Wanted is the string left to first equal sign and everything right of first equal sign which of course could contain also 1 or more equal signs. We get exactly that split behavior with tokens=1*. The string left to first equal sign is token 1 which is assigned to loop variable a while everything else after first equal sign is token 2 which is assigned to loop variable b.

With a case-insensitive comparison of string left to equal sign with string URL a check is made if line of interest is found in the file. In this case token 2 being the URL string is assigned to environment variable URL and the loop is exited with a jump to a label as there is no need to further parse the remaining lines of the file.

In case of for loop finishes normally, there is no line in *.url file starting with URL= in any case. Then the result is an appropriate information message before batch file is exited with goto :EOF (EOF - end of file - a nowadays always existing because predefined label).

Otherwise the found URL is output before also exiting this demo batch file.

This batch file called within a command prompt window with

D:\4all\reisen\istanbul\verkehr\fähren\Bosp_eminönü_2h_14h30_12tl_SehirHatlari.url

or from Windows Explorer has no problem to open the file with the German umlauts and parse it.


Questioner asked:

Can it be that windows passes parameters differently depending on whether it calls .bat or .exe?

For file and directory names this is true.

"%1" in a file association is a placeholder for an argument, usually the name of a file or directory.

There are now 3 possibilities for Windows to pass a directory or file name to an application:

  1. In short format using 8.3 format for all directories in path and file name itself. 8.3 means only up to 8 characters for directory / file name and only up to 3 characters for the file extension with a very limited set of characters. This format is used by Windows if the application (.com or .exe) to start is a 16-bit application according to header of the application to start.

  2. In long format using ANSI characters only, i.e. 1 byte per character with a null byte at end as termination. This format is used by Windows if the application is a 32-bit or 64-bit application according to header with no support for Unicode. Directory and file names with a Unicode character in string are converted to system locale code page for non Unicode aware applications. The system locale for non Unicode aware applications can be set by the user in the Windows Region and Language settings.

  3. In long format using Unicode characters, i.e. with 2 bytes per character if the application to start is Unicode aware according to its header.

ANSI strings use an array of type char in C/C++ coded applications for Windows while an array of type wchar_t is used for Unicode strings. Details for C/C++ programmers for Windows can be found

"%L" can be used instead of "%1" for a file association in HKEY_CLASSES_ROOT in Windows registry if Windows should pass a file or directory name always in long format and never in short format to an application. This is sometimes needed if an application is a hybrid like a C/C++ console application compiled with DJGPP which is a 16-bit application, but supports nevertheless long ANSI encoded file names because of special startup code.

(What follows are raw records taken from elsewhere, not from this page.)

"""What the crew and the table say about the platform: loaded, hold, what is on the bar, which flight is on."""

from __future__ import annotations

import pytest

from app.desk.bar import (
    bar_carries,
    bar_is_loaded,
    bar_is_not_loaded,
    bring_flight,
    end_hold,
    hold_platform,
    instruction_name,
)
from app.desk.equipment import LiftWish, save_lifts, save_tools, stock_seen
from app.desk.errors import NotAllowedNow, SomebodyWasFirst
from app.meet.model import Result
from app.meet.platform import Bar, Condition, Hand
from tests.cast import (
    ADA,
    BENCH,
    BO,
    DOV,
    ETTA,
    FLIGHT_A,
    FLIGHT_B,
    LUC,
    OLGA,
    SQUAT,
    WANDA,
    Hall,
    kg,
    stack,
)
from tests.desk.checks import changes, check_board, refused

PLATFORM = ("platform", 1)
FIRST = stack(25, 10, "2.5")  # 100 kg, what the crew of the ready meet has been shown
LATE = "This screen was showing an earlier change. Look at the new one, then answer."


def answer(hall: Hall, words: str, shown: str | None = None) -> None:
    bar_carries(hall.desk, hall.platform_id, words, shown, who=LUC)


def hand_of(hall: Hall) -> Hand:
    hand = hall.picture().bar.hand
    assert hand is not None
    return hand


# Bar is loaded


def test_a_loaded_bar_is_as_shown_and_hands_are_off(hall: Hall) -> None:
    hand = hand_of(hall)
    with changes(hall, {PLATFORM: {"condition", "bar", "loaded_at"}}):
        hall.load()
    assert hall.picture().bar == Bar(Condition.LIFTING, FIRST, hand)


def test_a_second_tap_on_loaded_is_refused_and_changes_nothing(hall: Hall) -> None:
    hall.load()
    with refused(hall, NotAllowedNow, "There is no change to confirm."):
        hall.load()


def test_a_late_screen_cannot_confirm_a_change_that_it_has_not_shown(hall: Hall) -> None:
    late = instruction_name(hall.picture().bar)
    hall.lift(ADA, 1)
    with refused(hall, SomebodyWasFirst, LATE):
        bar_is_loaded(hall.desk, hall.platform_id, late, who=LUC)


def test_the_name_of_an_instruction_tells_attempt_weight_and_plates(hall: Hall) -> None:
    assert instruction_name(hall.picture().bar) == f"{hall.attempt(ADA, 1).id}:100:25+10+2.5"
    assert instruction_name(Bar(Condition.IDLE, (), None)) == "none"


def test_loaded_on_a_screen_that_had_not_heard_of_the_new_weight_is_believed(hall: Hall) -> None:
    """The crew finished the 100 that it was shown, while the table made it 105: the bar is at 100, and the
    next change starts from there."""
    hall.declare(ADA, 1, "105")
    hall.load()
    bar, hand = hall.picture().bar, hand_of(hall)
    assert (bar.condition, bar.carries) == (Condition.CHANGING, FIRST)
    assert (hand.attempt_id, hand.weight, hand.before) == (hall.attempt(ADA, 1).id, 105, FIRST)
    check_board(hall.board())


# Not loaded


def test_taking_loaded_back_gives_the_crew_the_same_change_again(hall: Hall) -> None:
    before = hall.picture().bar
    hall.load()
    with changes(hall, {PLATFORM: {"condition", "bar", "loaded_at"}}):
        bar_is_not_loaded(hall.desk, hall.platform_id, who=LUC)
    assert hall.picture().bar == before


def test_what_was_never_loaded_cannot_be_taken_back(hall: Hall) -> None:
    with refused(hall, NotAllowedNow, "The bar is not confirmed as loaded."):
        bar_is_not_loaded(hall.desk, hall.platform_id, who=LUC)


# Hold


def test_a_hold_stops_the_platform_and_keeps_the_change(hall: Hall) -> None:
    before = hall.picture().bar
    with changes(hall, {PLATFORM: {"condition"}}):
        hold_platform(hall.desk, hall.platform_id, who=WANDA)
    assert hall.picture().bar == Bar(Condition.HOLD, before.carries, before.hand)
    with refused(hall, NotAllowedNow, "There is no change to confirm."):
        hall.load()
    with changes(hall, {}):
        hold_platform(hall.desk, hall.platform_id, who=WANDA)
    with changes(hall, {PLATFORM: {"condition"}}):
        end_hold(hall.desk, hall.platform_id, who=WANDA)
    assert hall.picture().bar == before


def test_no_new_change_goes_out_during_a_hold(hall: Hall) -> None:
    hold_platform(hall.desk, hall.platform_id, who=WANDA)
    answer(hall, "empty")
    assert hall.picture().bar == Bar(Condition.HOLD, (), None)
    end_hold(hall.desk, hall.platform_id, who=WANDA)
    assert hand_of(hall).before == ()


def test_ending_a_hold_that_is_over_does_not_touch_a_bar_that_was_loaded_meanwhile(hall: Hall) -> None:
    hall.load()
    with changes(hall, {}):
        end_hold(hall.desk, hall.platform_id, who=WANDA)
    assert hall.picture().bar.condition is Condition.LIFTING


def test_a_bar_that_was_loaded_before_a_hold_is_confirmed_anew_after_it(hall: Hall) -> None:
    hall.load()
    hold_platform(hall.desk, hall.platform_id, who=WANDA)
    end_hold(hall.desk, hall.platform_id, who=WANDA)
    bar = hall.picture().bar
    assert (bar.condition, bar.carries) == (Condition.CHANGING, FIRST)
    hall.load()
    assert hall.picture().bar.condition is Condition.LIFTING


def test_bringing_another_bar_on_does_not_end_a_hold(halls: tuple[Hall, Hall]) -> None:
    """Something is wrong on the platform: that the belt is brought does not make it right."""
    hall, _ = halls
    hold_platform(hall.desk, hall.platform_id, who=WANDA)
    spare = spare_bar(hall)
    use_bar(hall, BENCH, spare)
    hall.bring(FLIGHT_A, BENCH)
    assert hall.picture().bar == Bar(Condition.HOLD, (), None)


# What is on the bar

ANSWERS = {"before": (), "shown": FIRST, "empty": (), "unknown": None}


@pytest.mark.parametrize(("words", "carries"), ANSWERS.items(), ids=list(ANSWERS))
def test_when_the_bar_was_overtaken_the_crew_tells_what_is_on_it_and_goes_on_from_there(
    hall: Hall, words: str, carries
) -> None:
    old = hand_of(hall)
    hall.declare(ADA, 1, "105")
    assert (hall.board().ask, hand_of(hall)) == (True, old)
    answer(hall, words, instruction_name(hall.picture().bar))
    hand = hand_of(hall)
    assert hall.picture().bar == Bar(Condition.CHANGING, carries, hand)
    assert (hand.attempt_id, hand.weight, hand.before) == (old.attempt_id, kg(105), carries)
    assert hall.board().ask is False
    check_board(hall.board())


def test_before_means_what_was_on_the_bar_when_the_change_was_shown(hall: Hall) -> None:
    hall.lift(ADA, 1)
    hall.declare(BO, 1, "115")
    answer(hall, "before")
    assert hall.picture().bar.carries == FIRST


def test_an_answer_to_a_change_that_still_stands_gives_it_again_from_there(hall: Hall) -> None:
    answer(hall, "unknown")
    hand = hand_of(hall)
    assert (hand.weight, hand.before, hall.picture().bar.carries) == (kg(100), None, None)


def test_a_late_answer_is_refused(hall: Hall) -> None:
    late = instruction_name(hall.picture().bar)
    hall.lift(ADA, 1)
    with refused(hall, SomebodyWasFirst, LATE):
        answer(hall, "shown", late)


def test_nobody_answers_for_a_bar_with_a_lifter_under_it(hall: Hall) -> None:
    hall.load()
    told = "The bar is loaded and somebody is about to lift. Take “bar is loaded” back first."
    with refused(hall, NotAllowedNow, told):
        answer(hall, "empty")


@pytest.mark.parametrize("words", ["before", "shown", "half loaded"])
def test_without_a_change_out_there_is_nothing_to_compare_with(hall: Hall, words: str) -> None:
    for name in (ADA, BO, "Cleo Dahl"):
        hall.lift(name, 1)
    with refused(hall, NotAllowedNow, "There is no change out to compare the bar with."):
        answer(hall, words)


def test_an_unknown_bar_is_built_from_empty_and_known_once_it_is_loaded(hall: Hall) -> None:
    answer(hall, "unknown")
    step = hall.board().steps[0]
    assert step.before is None
    assert step.hands is not None
    assert (step.hands.off, step.hands.on) == ((), step.stack)
    hall.load()
    assert hall.picture().bar.carries == step.stack


# Bringing a flight


def test_bringing_a_flight_keeps_the_change_in_hand_until_the_crew_has_answered(hall: Hall) -> None:
    hand = hand_of(hall)
    with changes(hall, {PLATFORM: {"flight_id"}}):
        hall.bring(FLIGHT_B, SQUAT)
    assert (hand_of(hall), hall.board().ask) == (hand, True)
    answer(hall, "before")
    assert (hand_of(hall).attempt_id, hand_of(hall).weight) == (hall.attempt(DOV, 1).id, kg(150))


def test_the_same_flight_again_changes_nothing(hall: Hall) -> None:
    with changes(hall, {}):
        hall.bring(FLIGHT_A, SQUAT)


def test_a_flight_of_another_platform_is_refused(halls: tuple[Hall, Hall]) -> None:
    hall, other = halls
    told = "This flight does not lift that lift on this platform."
    for flight_id, lift_id in (
        (other.flight_id("Flight C"), other.lift_id("Dip")),
        (hall.flight_id(FLIGHT_A), other.lift_id("Dip")),
        (999, 999),
    ):
        with refused(hall, NotAllowedNow, told):
            bring_flight(hall.desk, hall.platform_id, flight_id, lift_id, who=WANDA)


def spare_bar(hall: Hall) -> int:
    """A second bar at the platform; its id."""
    now = hall.picture()
    row = {"id": "", "name": "Light bar", "kind": "bar", "mass": "15", "usable": "", "collar_mass": "2.5"}
    kept = {
        "id": str(now.tools[0].id),
        "name": "Power bar",
        "kind": "bar",
        "mass": "20",
        "usable": "415",
        "collar_mass": "2.5",
        "collar_width": "50",
    }
    save_tools(hall.desk, hall.platform_id, [kept, row], stock_seen(now.stock, now.tools), who=OLGA)
    return hall.picture().tools[-1].id


def use_bar(hall: Hall, lift: str, tool_id: int) -> None:
    """This lift is done with this bar from now on."""
    wish = LiftWish(hall.lift_id(lift), str(tool_id), "2.5", "1", "plates", "total")
    save_lifts(hall.desk, hall.platform_id, [wish], who=OLGA)


def test_another_bar_comes_out_empty(hall: Hall) -> None:
    use_bar(hall, BENCH, spare_bar(hall))
    hall.lift(ADA, 1)
    hall.bring(FLIGHT_A, BENCH)
    now = hall.picture()
    assert now.implement_id == now.tools[-1].id
    hand = hand_of(hall)
    assert (now.bar.carries, hand.before, hand.weight) == ((), (), kg(60))
    assert 20 + 2 * sum(hand.stack) == 60
    check_board(hall.board())


def test_the_same_bar_keeps_its_plates_from_lift_to_lift(hall: Hall) -> None:
    hall.lift(ADA, 1)
    answer(hall, "shown")
    carries = hall.picture().bar.carries
    hall.bring(FLIGHT_A, BENCH)
    answer(hall, "before")
    assert hand_of(hall).before == carries


# Hands off: nothing takes a loaded bar away from its lifter

HANDS_OFF = (
    "The bar is loaded for Ada Brook at 100. Nothing may change on it now; "
    "take “bar is loaded” back first if it is a mistake."
)


def test_no_other_flight_is_brought_on_while_somebody_is_under_the_bar(hall: Hall) -> None:
    hall.load()
    with refused(hall, NotAllowedNow, HANDS_OFF):
        hall.bring(FLIGHT_B, SQUAT)


def test_the_lift_is_not_given_another_bar_while_somebody_is_under_this_one(hall: Hall) -> None:
    spare = spare_bar(hall)
    hall.load()
    with refused(hall, NotAllowedNow, HANDS_OFF):
        use_bar(hall, SQUAT, spare)


def test_after_the_result_another_flight_may_come(hall: Hall) -> None:
    hall.load()
    hall.judge(ADA, 1, Result.GOOD)
    hall.bring(FLIGHT_B, SQUAT)
    answer(hall, "before")
    assert (hand_of(hall).attempt_id, hand_of(hall).before) == (hall.attempt(DOV, 1).id, FIRST)
    assert hall.board().order[1].lifter.name == ETTA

But back to the question: Yes, of course, Windows passes file and directory names differently to a batch file or an executable depending on header of the executable, i.e. which type of application it is and which type of strings it supports.

It looks like the used bat to exe converter creates a 64-bit console application which is Unicode aware. So this application must convert correct the Unicode string to an ANSI string using the system locale of the user account on passing file and directory names and other arguments to the command finally running the embedded batch file. And it looks like this converter makes this Unicode to ANSI conversion task or the creation of the command line to run the batch file not 100% correct.